6. AJ Brown’s 2,952 receiving yards over the past two years are the most in NFL history by a veteran in his first 34 games with a new team. The only three WRs with more yards in their first 34 games with any team are Odell Beckham Jr. (3,385), Justin Jefferson (3,200) and Ja’Marr Chase (2,977), all with the teams that drafted them. The previous record by a non-rookie was Brandon Marshall’s 2,922 yards in his first 34 games with the Bears from 2012 through early 2014. I always thought it would be impossible to top the Jason Peters deal as the biggest trade in franchise history , but Howie could have done it with the Brown trade.
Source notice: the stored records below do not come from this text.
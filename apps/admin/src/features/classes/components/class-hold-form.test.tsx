import type { ClassDetail } from '@chuckkey/core';
import { render, screen, within } from '@testing-library/react';
import userEvent from '@testing-library/user-event';
import { MemoryRouter } from 'react-router-dom';
import { describe, expect, it, vi } from 'vitest';
import { ApiError } from '../../../lib/api-client';
import type { ClassRequestBody } from '../api/create-class';
import { ClassHoldForm } from './class-hold-form';

const CHICAGO = 'America/Chicago';
const lathe = { id: '00000000-0000-4000-8000-0000000000aa', name: 'Lathe 2' };
const training = { id: '00000000-0000-4000-8000-0000000000bb', name: 'Metal lathe fundamentals' };

function setup(onHold: (body: ClassRequestBody) => Promise<ClassDetail>) {
  const user = userEvent.setup();
  render(
    <MemoryRouter>
      <ClassHoldForm machines={[lathe]} trainings={[training]} timeZone={CHICAGO} today="2026-12-02" onHold={onHold} classHref={(id) => `/teach/classes/${id}`} />
    </MemoryRouter>,
  );
  return { user };
}

async function fillWeeklyClass(user: ReturnType<typeof userEvent.setup>) {
  await user.selectOptions(screen.getByRole('combobox', { name: 'Machine' }), lathe.id);
  await user.selectOptions(screen.getByRole('combobox', { name: /^Training/ }), training.id);
  await user.type(screen.getByRole('textbox', { name: 'Title' }), 'Lathe basics class');
  await user.type(screen.getByLabelText('Date of the first class'), '2030-10-26');
  await user.type(screen.getByLabelText(/^Start time/), '09:00');
  await user.selectOptions(screen.getByRole('combobox', { name: 'Length' }), '120');
  const weeks = screen.getByRole('spinbutton', { name: /^Repeat weekly for/ });
  await user.clear(weeks);
  await user.type(weeks, '3');
}

describe('ClassHoldForm', () => {
  it('lists the meetings it will hold on the shop clock before sending, and sends the first one with the weeks', async () => {
    const onHold = vi.fn(async () => Promise.reject(new ApiError({ status: 500, code: 'http_500', title: 'The server had a problem.' })));
    const { user } = setup(onHold);
    await fillWeeklyClass(user);

    // IANA tz database via Intl: Chicago leaves CDT for CST on Sunday 3 November 2030, and the
    // 9 November meeting still starts at 9:00 local.
    const preview = screen.getByRole('list', { name: 'It will hold' });
    expect(within(preview).getAllByRole('listitem').map((item) => item.textContent)).toEqual([
      'Saturday 26 October, 9:00–11:00',
      'Saturday 2 November, 9:00–11:00',
      'Saturday 9 November, 9:00–11:00',
    ]);

    await user.click(screen.getByRole('button', { name: 'Hold the machine' }));
    expect(onHold).toHaveBeenCalledWith({
      machineId: lathe.id,
      trainingId: training.id,
      title: 'Lathe basics class',
      start: '2030-10-26T14:00:00.000Z',
      end: '2030-10-26T16:00:00.000Z',
      weeks: 3,
      capacity: null,
    });
  });

  it("shows the server's refusal under the form and keeps what was typed", async () => {
    const refused = new ApiError({
      status: 409,
      code: 'overlap',
      title: 'Conflict',
      detail: 'Lathe 2 is already reserved on Saturday 2 November for part of the class. Choose another time.',
    });
    const { user } = setup(vi.fn(async () => Promise.reject(refused)));
    await fillWeeklyClass(user);
    await user.click(screen.getByRole('button', { name: 'Hold the machine' }));

    const alert = await screen.findByRole('alert');
    expect(alert.textContent).toContain('The machine is already taken then');
    expect(alert.textContent).toContain('Saturday 2 November');
    const form = screen.getByRole('form', { name: 'Hold a machine for a class' });
    expect(form.lastElementChild).toBe(alert);
    expect(screen.getByRole('textbox', { name: 'Title' })).toHaveProperty('value', 'Lathe basics class');
    expect(screen.getByRole('spinbutton', { name: /^Repeat weekly for/ })).toHaveProperty('value', '3');
  });

  it('puts the server’s field errors under the fields they concern', async () => {
    const refused = new ApiError({ status: 400, code: 'validation_failed', title: 'Bad request', fieldErrors: { start: ['The first class must start in the future.'] } });
    const { user } = setup(vi.fn(async () => Promise.reject(refused)));
    await fillWeeklyClass(user);
    await user.click(screen.getByRole('button', { name: 'Hold the machine' }));

    const date = await screen.findByLabelText('Date of the first class');
    await vi.waitFor(() => expect(date.getAttribute('aria-invalid')).toBe('true'));
    expect(screen.getByText('The first class must start in the future.')).toBeTruthy();
    expect(screen.queryByRole('alert')).toBeNull();
  });
});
7. What was the worst season for an Eagles running back? In 1970, rookie Lee Bouggess had 159 carries for 401 yards and a 2.5 average. That’s the lowest in NFL history with 150 or more carries. Bouggess, the 3 of the EaglesthirdPick from Louisville, averaging less than 4.0 yards per carry in all 13 games he played in. In a game against the Dolphins, he had 12 carries for two yards – an average of six inches per carry. During a three-game stretch against the Dolphins, Falcons and Giants, he rushed 43 times for 65 yards with a 1.5 average – the worst in NFL history in a three-game stretch for a running back with 40 or more carries. . In 1971, Bouggess improved to 2.7 yards per carry on 97 rushing attempts and after missing 1972 with a knee injury, he averaged 2.3 on just 15 carries in 1973, his final season in the NFL. Overall, he averaged 2.57 yards on 271 career rushing attempts, the lowest average in NFL history for a running back with at least 250 carries. He had 13 career games with 10 or more carries and never averaged 4.0 yards in any of them. Bouggess had 50 receptions as a rookie, tied with Miles Sanders for the most all-time by an Eagles rookie running back. But as a runner? Worst ever.
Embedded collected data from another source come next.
import { randomUUID } from 'node:crypto';
import { register } from 'tsx/esm/api';
import { afterAll, beforeAll, describe, expect, inject, it } from 'vitest';
import { STATION_REQUEST_HEADER, sessionEndedSchema, sessionStartedSchema, stationScanResultSchema, stationStateSchema } from '@chuckkey/core';
import { dropDatabase, setupDatabase } from '@chuckkey/db';
import { createSignOff, createTraining, createWaiverVersion, recordWaiver } from '@chuckkey/db/factories';
import type { Deps } from '../../lib/deps';
import { createLogger } from '../../lib/logger';
import { createMailer } from '../../lib/mailer';
import { quietPublisher } from '../../realtime/publisher';
import { machineSessionsService } from '../machine-sessions/machine-sessions.service';
import { browser, createTestContext, signedIn, type TestContext } from '../../test/harness';
import { badgeHolder, pairedDevice, type BadgeHolder } from './station.fixtures';
import { SCANS_PER_MINUTE } from './station.routes';

let ctx: TestContext;
let deps: Deps;
beforeAll(async () => {
  // Clearance needs a published waiver, and waiver versions are shop-wide: publishing one in the
  // shared test database would change what the waiver tests, running beside these, start from.
  // So these tests get a database of their own, migrated like the shared one.
  const url = new URL(inject('databaseUrl'));
  url.pathname = `${url.pathname}_check_in`;
  const unregister = register();
  await dropDatabase(url.toString());
  await setupDatabase(url.toString(), { seed: false });
  await unregister();
  ctx = createTestContext({ DATABASE_URL: url.toString() });
  const logger = createLogger('silent');
  deps = { config: ctx.config, db: ctx.db, logger, mailer: createMailer(ctx.config.SMTP_URL, ctx.config.MAIL_FROM, logger), live: quietPublisher };
  // Every member below must have accepted the newest waiver version to be cleared.
  await createWaiverVersion(ctx.db);
});
afterAll(async () => {
  deps.mailer.close();
  await ctx.close();
});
8. Here is the complete list of every running back in NFL history to average 5.5 yards per carry in the postseason (minimum 20 carries) and also score at least three touchdowns: Marion Motley, Terrell Davis, Zack Crockett, Raheem Mostert and Boston Scott.

9. I feel like the Eagles are much more likely to trade up than down – and I also think they’re more likely to trade up than stay at 22. And while we’ve talked a lot in recent weeks about trade candidates – defensive lineman UCLA’s Laiatu Latu, Alabama offensive lineman J.C. Latham, Washington tackle Troy Fautanu, Toledo corner Quinyon Mitchell — there’s a chance Howie Roseman gets out of 22 by trading and getting good value while also adding picks. It takes a team that wants to get to 22 and I’m not sure that will be the case, but if the Eagles trade up, there are some guys that could make sense. Oklahoma offensive tackle Tyler Guyton could be available near the end of the first round, speedy Texas receiver Xavier Worthy could likely be had early in the second round and the same with Missouri corner Ennis Rakestraw Jr. good depth this year. There could be seven 1st-offensive rounds and four or five corners. This means that a good amount will be reduced. No one is better at finding that value than Roseman.

10. The oldest player in Eagles history to catch a pass was kicker Sam Baker, who caught just seven passes in his career but had a three-yard catch on a fake Joe Scarpati field goal in a 12-0 win over the Eagles. Lions in Tiger. Stadium on November 28, 1968, at 39 years and 16 days. Baker also made four field goals in that game and is the last NFL player to catch a pass and kick four field goals in the same game. The finish was the only one of Scarpati’s career.